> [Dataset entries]
= = = = = = =

"""Which uncertain input matters most for the usable duration: Morris elementary effects.

Method of Morris (1991, Technometrics 33(2), 161-174, "Factorial sampling plans for preliminary
computational experiments") with the mu* measure of Campolongo, Cariboni & Saltelli (2007,
Environ. Model. Softw. 22, 1509-1518): each input x_i is scaled to [0, 1] over its range; r random
one-at-a-time trajectories on a p-level grid each move every input once by Delta = p / (2 (p - 1));
the elementary effect EE_i = [y(x + Delta e_i) - y(x)] / Delta (signed by the direction of the
move). mu*_i = mean |EE_i| ranks the inputs (large: influential); sigma_i = standard deviation of
EE_i (large: non-linear or interacting). Units: seconds of usable duration per unit of the
normalised range, so inputs with different units are comparable.

Ranges: the `[uncertain]` distributions' supports for uniform and triangular keys; for the
unbounded normal and lognormal, their 5-95 % quantiles (Distribution.support).

The r (k + 1) runs go through the same batched solver and executor as the spread.
"""

from __future__ import annotations

from dataclasses import dataclass

import numpy as np

from ..batch import RECORD_STEP
from ..errors import InputError
from ..scenario import Scenario, raw_of
from .spread import check_samples, run_samples
from .uncertain import Distribution, scenario_distributions

#: Default number of trajectories and grid levels (Morris 1991 recommends an even p; p = 4 with
#: r = 10 is the usual screening choice, Saltelli et al., Global Sensitivity Analysis: The Primer,
#: 2008, sec. 3.3).
TRAJECTORIES = 10
LEVELS = 4
#: What is ranked: a summary.json figure.
OUTPUT = "usable_duration_s"


def morris_trajectories(k: int, r: int = TRAJECTORIES, levels: int = LEVELS, seed: int | None = 0) -> tuple[np.ndarray, np.ndarray, np.ndarray]:
    """Morris (1991) one-at-a-time trajectories in the unit hypercube.

    Parameters
    ----------
    k : int
        Number of inputs.
    r : int
        Number of trajectories.
    levels : int
        Grid levels p (even).
    seed : int or None
        Random seed.

    Returns
    -------
    points : ndarray, shape (r * (k + 1), k)
        Trajectory points, trajectory after trajectory.
    moved : ndarray, shape (r, k) of int
        Which input moves at each step of each trajectory.
    steps : ndarray, shape (r, k)
        The signed step (+Delta or -Delta) of that move.
    """
    if k < 1:
        raise InputError("sensitivity: needs at least one uncertain key")
    if r < 2:
        raise InputError(f"--trajectories: expected 2 or more, got {r}")
    if levels < 2 or levels % 2:
        raise InputError(f"levels: expected an even number >= 2, got {levels}")
    rng = np.random.default_rng(seed)
    delta = levels / (2.0 * (levels - 1))
    base_levels = np.arange(levels // 2) / (levels - 1)  # x* in {0, ..., 1 - Delta}
    points = np.empty((r, k + 1, k))
    moved = np.empty((r, k), dtype=int)
    steps = np.empty((r, k))
    for t in range(r):
        low = rng.choice(base_levels, size=k)
        up = rng.random(k) < 0.5  # direction of each input's move
        x = np.where(up, low, low + delta)
        order = rng.permutation(k)
        points[t, 0] = x
        for m, i in enumerate(order):
            x = x.copy()
            x[i] += delta if up[i] else -delta
            points[t, m + 1] = x
            moved[t, m] = i
            steps[t, m] = delta if up[i] else -delta
    return points.reshape(r * (k + 1), k), moved, steps


def elementary_effects(outputs: np.ndarray, moved: np.ndarray, steps: np.ndarray) -> np.ndarray:
    """EE per trajectory and input, shape (r, k), from outputs along the trajectories (Morris 1991)."""
    r, k = moved.shape
    y = np.asarray(outputs, dtype=float).reshape(r, k + 1)
    ee = np.empty((r, k))
    for t in range(r):
        ee[t, moved[t]] = (y[t, 1:] - y[t, :-1]) / steps[t]
    return ee


@dataclass(frozen=True)
class SensitivityResult:
    """Morris screening of the uncertain keys.

    Attributes
    ----------
    keys : list of str
        Inputs, in `[uncertain]` order.
    ranges : list of (float, float)
        The range each input was screened over [SI].
    mu_star, mu, sigma : ndarray, shape (k,)
        Campolongo et al. (2007) mu*, Morris's mu and sigma [s of usable duration per unit range].
    elementary_effects : ndarray, shape (r, k)
    trajectories, levels, seed : int
    output : str
        The figure ranked (usable_duration_s).
    """

    scenario: str
    keys: list
    ranges: list
    mu_star: np.ndarray
    mu: np.ndarray
    sigma: np.ndarray
    elementary_effects: np.ndarray
    trajectories: int
    levels: int
    seed: int | None
    output: str = OUTPUT

    def ranking(self) -> list[dict]:
        """Inputs by decreasing mu*: [{key, mu_star, sigma, mu, low, high}]."""
        order = np.argsort(-self.mu_star, kind="stable")
        return [
            {"key": self.keys[i], "mu_star": float(self.mu_star[i]), "sigma": float(self.sigma[i]), "mu": float(self.mu[i]),
             "low": self.ranges[i][0], "high": self.ranges[i][1]}
            for i in order
        ]

    def to_json(self) -> dict:
        """The `--json` object."""
        return {
            "scenario": self.scenario,
            "method": "morris",
            "measure": "mu_star (Campolongo et al. 2007) of elementary effects (Morris 1991) on usable_duration_s, "
            "in seconds per unit of each input's normalised range",
            "output": self.output,
            "trajectories": self.trajectories,
            "levels": self.levels,
            "seed": self.seed,
            "runs": int(self.trajectories * (len(self.keys) + 1)),
            "ranges_note": "uniform/triangular: their support; normal/lognormal: their 5-95 % quantiles",
            "ranking": self.ranking(),
        }


def run_sensitivity(
    scenario: Scenario,
    *,
    trajectories: int = TRAJECTORIES,
    levels: int = LEVELS,
    seed: int | None = 0,
    distributions: list[Distribution] | None = None,
    fit_file=None,
    jobs: int | None = None,
    executor=None,
    progress: bool | None = False,
    batch: bool | None = None,
) -> SensitivityResult:
    """Morris screening of the scenario's uncertain keys for the usable duration.

    Parameters
    ----------
    scenario : Scenario
        A validated scenario with an `[uncertain]` section (or `distributions` / `fit_file`).
    trajectories : int
        r, the number of trajectories (r (k + 1) runs).
    levels : int
        p, grid levels.
    seed : int or None
        Seed of the trajectories.
    distributions, fit_file, jobs, executor, progress, batch
        As in vacsim.analysis.spread.run_spread.

    Returns
    -------
    SensitivityResult
    """
    dists = distributions if distributions is not None else scenario_distributions(raw_of(scenario), fit_file)
    ranges = [d.support() for d in dists]
    unit, moved, steps = morris_trajectories(len(dists), trajectories, levels, seed)
    lo = np.array([a for a, _ in ranges])
    hi = np.array([b for _, b in ranges])
    values = lo + unit * (hi - lo)
    check_samples(scenario, dists, values)
    _, _, figures, _ = run_samples(
        scenario, dists, values, jobs=jobs, executor=executor, progress=progress, batch=batch,
        record_step=RECORD_STEP, label=f"{scenario.name}: Morris, {values.shape[0]} runs",
    )
    y = figures[OUTPUT]
    ee = elementary_effects(y, moved, steps)
    return SensitivityResult(
        scenario=scenario.name,
        keys=[d.key for d in dists],
        ranges=[(float(a), float(b)) for a, b in ranges],
        mu_star=np.mean(np.abs(ee), axis=0),
        mu=np.mean(ee, axis=0),
        sigma=np.std(ee, axis=0, ddof=1),
        elementary_effects=ee,
        trajectories=trajectories,
        levels=levels,
        seed=seed,
    )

= = = = = = =

> [YOUR OBJECTIVE] Only lines holding the word "Campolongo" belong in the answer; copy all of them from the records.

> [RESPONSE TO THIS EXERCISE]
computational experiments") with the mu* measure of Campolongo, Cariboni & Saltelli (2007,
        Campolongo et al. (2007) mu*, Morris's mu and sigma [s of usable duration per unit range].
            "measure": "mu_star (Campolongo et al. 2007) of elementary effects (Morris 1991) on usable_duration_s, "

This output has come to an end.